Concomitant use with insulin and oral antidiabetic agent drugs may lead to the intensification of the blood sugar lowering effects of these drugs.
4.6. Pregnancy and Lactation
Pregnancy:
Atenolol crosses the placental barrier and appears in the cord blood. No studies have been performed on the use of atenolol in the first trimester and the possibility of foetal injury cannot be excluded. Atenolol has been used under close supervision for the treatment of hypertension in the third trimester. Administration of atenolol to pregnant women in the management of mild to moderate hypertension has been associated with intra-uterine growth retardation.
The use of atenolol in women who are, or may become pregnant, requires that the anticipated benefit be weighed against the possible risks, particularly in the first and second trimesters, since beta-adrenoceptor blocking drugs, in general, have been associated with a decrease in placental perfusion which may result in intra-uterine deaths, immature and premature deliveries.
Lactation:
There is significant accumulation of atenolol in breast milk. Caution should be exercised when atenolol is administered to a nursing woman.
4.7. Effects on Ability to Drive and Use Machines
Atenolol would not normally be expected to affect the ability to drive or to use machines, however, it should be noted that occasionally dizziness or fatigue may occur.
4.8. Undesirable Effects
As with other beta-blocking agents, side effects reported are usually attributable to the pharmacological actions of the drug. The following adverse effects, listed by body system, have been reported:
Cardiovascular: Bradycardia, coldness in the extremities, deterioration of heart failure, postural hypotension which may be associated with syncope. In susceptible patients precipitation of heart block, intermittent claudication or Raynaud's phenomenon may occur.
CNS: Headache, dizziness, confusion, mood changes, nightmares, sleep disturbances, psychoses and hallucinations.
Respiratory: Bronchospasm may occur in patients with bronchial asthma or a history of asthmatic complaints.
Gastrointestinal: Dry mouth, gastrointestinal disturbances. Elevations of transaminase levels have been seen infrequently, rare cases of hepatic toxicity including intrahepatic cholestasis have been reported.
Haematological: Purpura, thrombocytopenia.
Neurological: Paraesthesia.
Reproductive: Impotence.
Integumentary: Reversible alopecia, dry eyes, skin rashes, psoriasiform skin reactions and worsening of psoriasis.
Other: Fatigue, visual disturbances, an increase in ANA (antinuclear antibodies) although the clinical significance of this is unclear.

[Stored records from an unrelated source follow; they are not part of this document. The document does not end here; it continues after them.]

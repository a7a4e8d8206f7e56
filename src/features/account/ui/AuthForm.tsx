import { useState, type FormEvent, type ReactNode } from 'react';
import { Banner, Button, Checkbox, TextInput } from '@/components/ui';

interface Answer {
  readonly message?: string;
  readonly code?: string;
}

/** Words for what better-auth answers; anything unknown is said as it is. */
const WORDS: Record<string, string> = {
  INVALID_EMAIL_OR_PASSWORD: 'This address and password do not belong together.',
  EMAIL_NOT_VERIFIED:
    'This address has not been confirmed yet. We have sent the link again; please read your mail.',
  PASSWORD_TOO_SHORT: 'Use at least 10 characters for the password.',
  INVALID_TOKEN: 'This link has been used or is too old. Ask for a new one.',
  INVALID_EMAIL: 'This is not an e-mail address.',
};

async function post(path: string, body: Record<string, unknown>): Promise<string | null> {
  try {
    const response = await fetch(`/api/auth/${path}`, {
      method: 'POST',
      headers: { 'content-type': 'application/json' },
      body: JSON.stringify(body),
    });
    if (response.ok) return null;
    if (response.status === 429) return 'Too many tries. Please wait a minute.';
    const answer = (await response.json().catch(() => ({}))) as Answer;
    return WORDS[answer.code ?? ''] ?? answer.message ?? 'That did not work. Please try again.';
  } catch {
    return 'The server could not be reached. Please try again.';
  }
}

/** A form around one call: its error in words, one submit at a time. */
function Form({
  submit,
  label,
  children,
}: {
  submit: (data: Record<string, string>) => Promise<string | null>;
  label: string;
  children: ReactNode;
}) {
  const [error, setError] = useState<string | null>(null);
  const [pending, setPending] = useState(false);
  const onSubmit = (event: FormEvent<HTMLFormElement>): void => {
    event.preventDefault();
    if (pending) return;
    const data = Object.fromEntries(
      [...new FormData(event.currentTarget)].map(([key, value]) => [key, String(value)]),
    );
    setPending(true);
    void submit(data).then((problem) => {
      setError(problem);
      if (problem) setPending(false);
    });
  };
  return (
    <form className="col auth-form" method="post" onSubmit={onSubmit}>
      {error && (
        <Banner tone="error" live>
          {error}
        </Banner>
      )}
      {children}
      <Button type="submit" kind="primary" pending={pending}>
        {label}
      </Button>
    </form>
  );
}

export function SignInForm({ next }: { next: string }) {
  const [keep, setKeep] = useState(true);
  return (
    <Form
      label="Sign in"
      submit={async ({ email = '', password = '' }) => {
        const problem = await post('sign-in/email', { email, password, rememberMe: keep, callbackURL: next });
        if (!problem) location.assign(next);
        return problem;
      }}
    >
      <TextInput label="E-mail" name="email" type="email" autoComplete="username" required />
      <TextInput label="Password" name="password" type="password" autoComplete="current-password" required />
      <div className="row sp">
        <Checkbox label="Keep me signed in for 14 days" checked={keep} onChange={setKeep} />
        <a className="small" href="/forgot">
          Forgotten it?
        </a>
      </div>
    </Form>
  );
}

export function DemoPeople({
  people,
  password,
  next,
}: {
  people: { role: string; name: string; email: string }[];
  password: string;
  next: string;
}) {
  const [pending, setPending] = useState<string | null>(null);
  return (
    <ul className="demo-people">
      {people.map((person) => (
        <li key={person.email}>
          <Button
            size="small"
            pending={pending === person.email}
            onClick={() => {
              setPending(person.email);
              void post('sign-in/email', { email: person.email, password }).then((problem) => {
                if (problem) setPending(null);
                else location.assign(next);
              });
            }}
          >
            {person.name}, {person.role}
          </Button>
        </li>
      ))}
    </ul>
  );
}

export function SignUpForm({ next, email = '' }: { next: string; email?: string }) {
  return (
    <Form
      label="Make an account"
      submit={async ({ name = '', email: address = '', password = '' }) => {
        const problem = await post('sign-up/email', { name, email: address, password, callbackURL: next });
        if (!problem) location.assign(`/check-mail?email=${encodeURIComponent(address)}`);
        return problem;
      }}
    >
      <TextInput label="Your name" name="name" autoComplete="name" required maxLength={80} />
      <TextInput
        label="E-mail"
        name="email"
        type="email"
        autoComplete="username"
        required
        defaultValue={email}
      />
      <TextInput
        label="Password"
        name="password"
        type="password"
        autoComplete="new-password"
        required
        minLength={10}
        hint="At least 10 characters"
      />
    </Form>
  );
}

export function ForgotForm() {
  return (
    <Form
      label="Send the link"
      submit={async ({ email = '' }) => {
        const problem = await post('request-password-reset', { email, redirectTo: '/reset' });
        if (!problem) location.assign(`/check-mail?email=${encodeURIComponent(email)}`);
        return problem;
      }}
    >
      <TextInput label="E-mail" name="email" type="email" autoComplete="username" required />
    </Form>
  );
}

export function ResetForm({ token }: { token: string }) {
  return (
    <Form
      label="Use this password"
      submit={async ({ password = '' }) => {
        const problem = await post('reset-password', { newPassword: password, token });
        if (!problem) location.assign('/sign-in?reset=1');
        return problem;
      }}
    >
      <TextInput
        label="New password"
        name="password"
        type="password"
        autoComplete="new-password"
        required
        minLength={10}
        hint="At least 10 characters"
      />
    </Form>
  );
}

Discontinuance of the drug should be considered if, according to clinical judgement, the well being of the patient is adversely affected by any of the above reactions.
4.9. Overdose
Symptoms of overdosage may include bradycardia, hypotension, acute cardiac insufficiency and bronchospasm.
Patients should be kept under close supervision and treated in an intensive care ward. Gastric lavage, activated charcoal and a laxative should be used to prevent absorption of any drug still present in the gastrointestinal tract. Hypotension and shock can be treated by plasma or plasma substitutes. Use of haemodialysis or haemoperfusion may be considered.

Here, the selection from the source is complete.